=== Begin Enclosure ===
// `loopwright fit`: identify a low-order plant model from a step-test recording.
//
//   loopwright fit REC.csv [--time C --input C --output C --time-unit U]
//                  [--structure auto|fopdt|sopdt|underdamped|integrating|sopdt-zero]
//                  [--window T0:T1] [--robust [--loss huber|cauchy]] [-o MODEL.json] [--json] [--plot FIG.svg]
//   loopwright fit REC.csv --step-at T --step-size A ...   (no input column: a known step)
//
// Prints the parameters with 95 % intervals, the fit percentage, the criterion and warnings
// (identify/fit.h explains the method). -o writes the model file (io/model_file.h) only after a
// successful fit, atomically. Exit 3 for an unusable recording, 1 when no fit converges.
#include <cmath>
#include <limits>
#include <optional>
#include <string>
#include <vector>

#include "app/column_options.h"
#include "app/command.h"
#include "app/fit_plot.h"
#include "app/output.h"
#include "identify/fit.h"
#include "identify/structure_selection.h"
#include "io/csv_reader.h"
#include "io/model_file.h"
#include "io/recording.h"
#include "io/sha256.h"
#include "lti/error.h"

namespace lw::app {
namespace {

constexpr double kNaN = std::numeric_limits<double>::quiet_NaN();

// "T0:T1" with either side optional ("5:" from 5 s on, ":20" up to 20 s).
void ParseWindow(const std::string& text, double& t0, double& t1) {
  auto fail = [&] {
    throw UsageError("--window '" + text + "': expected T0:T1 in seconds with T0 < T1");
  };
  size_t colon = text.find(':');
  if (colon == std::string::npos) fail();
  auto number = [&](const std::string& s, double dflt) {
    if (s.empty()) return dflt;
    size_t used = 0;
    double v = 0.0;
    try {
      v = std::stod(s, &used);
    } catch (const std::logic_error&) {
      fail();
    }
    if (used != s.size() || !std::isfinite(v)) fail();
    return v;
  };
  t0 = number(text.substr(0, colon), -std::numeric_limits<double>::infinity());
  t1 = number(text.substr(colon + 1), std::numeric_limits<double>::infinity());
  if (!(t0 < t1)) fail();
}

nlohmann::json ParameterJson(const ParameterEstimate& p) {
  return {{"name", p.name},
          {"value", JsonNumber(p.value)},
          {"ci95", {JsonNumber(p.ci_low), JsonNumber(p.ci_high)}},
          {"unit", p.unit}};
}

nlohmann::json ResultJson(const Identification& id) {
  const FitResult& m = id.model;
  nlohmann::json doc;
  doc["structure"] = std::string(StructureName(m.structure));
  doc["parameters"] = nlohmann::json::array();
  for (const auto& p : m.parameters) doc["parameters"].push_back(ParameterJson(p));
  doc["offsets"] = nlohmann::json::array();
  doc["offsets"].push_back(ParameterJson(m.output_offset));
  if (m.output_drift) doc["offsets"].push_back(ParameterJson(*m.output_drift));
  doc["input_baseline"] = JsonNumber(m.input_baseline);
  doc["tf"] = {{"num", JsonNumbers(m.tf.num().coefficients())},
               {"den", JsonNumbers(m.tf.den().coefficients())},
               {"delay", JsonNumber(m.tf.delay())}};
  doc["fit_percent"] = JsonNumber(m.fit_percent);
  doc["residual_rms"] = JsonNumber(m.residual_rms);
  doc["criterion"] = {{"name", id.criterion},
                      {"value", JsonNumber(m.aicc)},
                      {"why", std::string(CriterionRationale())}};
  doc["samples"] = m.samples;
  doc["decimation"] = id.decimation;
  doc["rank_deficiency"] =
      m.rank_deficiency.empty() ? nlohmann::json(nullptr) : nlohmann::json(m.rank_deficiency);
  doc["solver"] = {{"termination", m.termination},
                   {"iterations", m.iterations},
                   {"seconds", JsonNumber(m.seconds)}};
  doc["warnings"] = id.warnings;
  if (id.automatic) {
    doc["candidates"] = nlohmann::json::array();
    for (const auto& c : id.candidates) {
      doc["candidates"].push_back({{"structure", std::string(StructureName(c.structure))},
                                   {"usable", c.usable},
                                   {"note", c.note},
                                   {"fit_percent", JsonNumber(c.usable ? c.fit_percent : kNaN)},
                                   {"residual_rms", JsonNumber(c.usable ? c.residual_rms : kNaN)},
                                   {"aicc", JsonNumber(c.usable ? c.aicc : kNaN)},
                                   {"delta_aicc", JsonNumber(c.usable ? c.delta_aicc : kNaN)},
                                   {"free_parameters", c.free_parameters}});
    }
  }
  return doc;
}

std::string Interval(const ParameterEstimate& p) {
  if (std::isnan(p.ci_low)) return "undetermined";
  return FormatNumber(p.ci_low) + " .. " + FormatNumber(p.ci_high);
}

class FitCommand : public Command {
 public:
  void Configure(CLI::App& sub) override {
    sub.add_option("recording", path_, "Step-test recording (CSV)")->required();
    columns_.Add(sub, ColumnSet{true, true, false});
    sub.add_option("--structure", structure_,
                   "auto, fopdt, sopdt, underdamped, integrating or sopdt-zero")
        ->capture_default_str();
    sub.add_option("--window", window_, "Use only T0 <= t <= T1 (seconds), e.g. 5:60");
    sub.add_flag("--robust", robust_, "Down-weight spikes with a robust loss (IRLS)");
    sub.add_option("--loss", loss_, "Robust loss: huber or cauchy (with --robust)")
        ->capture_default_str();
    sub.add_option("--step-at", step_at_, "No input column: the step's time in s");
    sub.add_option("--step-size", step_size_, "No input column: the step's size");
    sub.add_option("-o,--out", out_path_, "Write the model file (JSON) here");
    sub.add_flag("--json", json_, "Print one JSON document instead of text");
    sub.add_option("--plot", plot_path_, "Draw the fit over the recording (.svg, .png or .pdf)");
  }

  int Run(Context& ctx) override {
    FitOptions options;
    options.structure = structure_;
    if (!window_.empty()) ParseWindow(window_, options.window_start, options.window_end);
    if (robust_) {
      if (loss_ == "huber") {
        options.robust = FitOptions::Robust::kHuber;
      } else if (loss_ == "cauchy") {
        options.robust = FitOptions::Robust::kCauchy;
      } else {
        throw UsageError("--loss '" + loss_ + "': expected huber or cauchy");
      }
    }
    if (step_at_.has_value() != step_size_.has_value()) {
      throw UsageError("--step-at and --step-size go together (a known step of the input)");
    }
    if (step_size_ && !(std::isfinite(*step_size_) && *step_size_ != 0.0)) {
      throw UsageError("--step-size " + FormatNumber(*step_size_) + ": must be a non-zero number");
    }
    options.Validate();

    Table table = ReadCsv(path_);
    const bool known_step = step_at_.has_value();
    Recording rec = SelectColumns(table, columns_.names(), /*need_input=*/!known_step,
                                  /*need_output=*/true, /*need_reference=*/false, 3);
    StepRecording data;
    data.t = rec.t;
    data.y = rec.y;
    data.u = known_step ? KnownStepInput(rec.t, *step_at_, *step_size_) : rec.u;

    Identification id;
    try {
      id = Identify(data, options);
    } catch (const DataError& e) {
      throw DataError(path_ + ": " + e.what());
    }
    nlohmann::json doc = ResultJson(id);
    if (!out_path_.empty()) WriteModel(ctx, id, doc);
    if (!plot_path_.empty()) WriteFitPlot(plot_path_, path_, data, id);
    if (json_) {
      PrintJson(ctx, doc);
    } else {
      PrintHuman(ctx, id);
    }
    for (const auto& w : id.warnings) Warn(ctx, w);
    return 0;
  }

 private:
  void WriteModel(Context& ctx, const Identification& id, const nlohmann::json& doc) {
    const FitResult& m = id.model;
    ModelDocument md;
    md.structure = std::string(StructureName(m.structure));
    md.tf = m.tf;
    for (const auto& p : m.parameters) {
      md.parameters.push_back({p.name, p.value, p.ci_low, p.ci_high, p.unit});
    }
    if (m.covariance_ok) md.covariance = m.covariance;
    md.provenance.source = path_;
    md.provenance.source_sha256 = Sha256OfFile(path_);
    md.provenance.created = NowUtcIso8601();
    md.provenance.tool = std::string("loopwright ") + LOOPWRIGHT_VERSION;
    md.provenance.command_line = ctx.command_line;
    md.details = doc;
    WriteModelFile(out_path_, md);
  }

  void PrintHuman(Context& ctx, const Identification& id) {
    const FitResult& m = id.model;
    std::string how = id.automatic ? " (chosen by AICc)" : "";
    ctx.out << Bold(ctx, std::string(StructureName(m.structure))) << how << ": " << m.tf.ToString()
            << "\n";
    TextTable table({"parameter", "value", "95 % interval", "unit"});
    for (const auto& p : m.parameters) {
      table.AddRow({p.name, FormatNumber(p.value), Interval(p), p.unit});
    }
    table.AddRow({m.output_offset.name, FormatNumber(m.output_offset.value),
                  Interval(m.output_offset), m.output_offset.unit});
    if (m.output_drift) {
      table.AddRow({m.output_drift->name, FormatNumber(m.output_drift->value),
                    Interval(*m.output_drift), m.output_drift->unit});
    }
    table.Print(ctx.out);
    KeyValueList kv;
    kv.Add("fit", FormatNumber(m.fit_percent) + " %");
    kv.Add("residual rms", FormatNumber(m.residual_rms));
    kv.Add("AICc", FormatNumber(m.aicc, 6));
    std::string samples = std::to_string(m.samples);
    if (id.decimation > 1) samples += " (decimated by " + std::to_string(id.decimation) + ")";
    kv.Add("samples", samples);
    kv.Add("input baseline", FormatNumber(m.input_baseline));
    kv.Print(ctx.out);
    if (id.automatic) {
      ctx.out << "candidates (" << CriterionRationale() << "):\n";
      TextTable cands({"structure", "fit %", "residual rms", "AICc", "delta", "note"});
      for (const auto& c : id.candidates) {
        std::string mark = c.structure == m.structure ? " *" : "";
        if (!c.usable) {
          cands.AddRow({std::string(StructureName(c.structure)), "", "", "", "", c.note});
          continue;
        }
        cands.AddRow({std::string(StructureName(c.structure)) + mark, FormatNumber(c.fit_percent),
                      FormatNumber(c.residual_rms), FormatNumber(c.aicc, 6),
                      FormatNumber(c.delta_aicc, 3), c.note});
      }
      cands.Print(ctx.out);
    }
  }

  std::string path_;
  ColumnOptions columns_;
  std::string structure_ = "auto";
  std::string window_;
  bool robust_ = false;
  std::string loss_ = "huber";
  std::optional<double> step_at_, step_size_;
  std::string out_path_;
  std::string plot_path_;
  bool json_ = false;
};

}  // namespace

std::unique_ptr<Command> MakeFitCommand() { return std::make_unique<FitCommand>(); }

}  // namespace lw::app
=== End Enclosure ===
## Requirement
Each line above that includes the word "void" is to be copied.

## Written answer
void ParseWindow(const std::string& text, double& t0, double& t1) {
  void Configure(CLI::App& sub) override {
  void WriteModel(Context& ctx, const Identification& id, const nlohmann::json& doc) {
  void PrintHuman(Context& ctx, const Identification& id) {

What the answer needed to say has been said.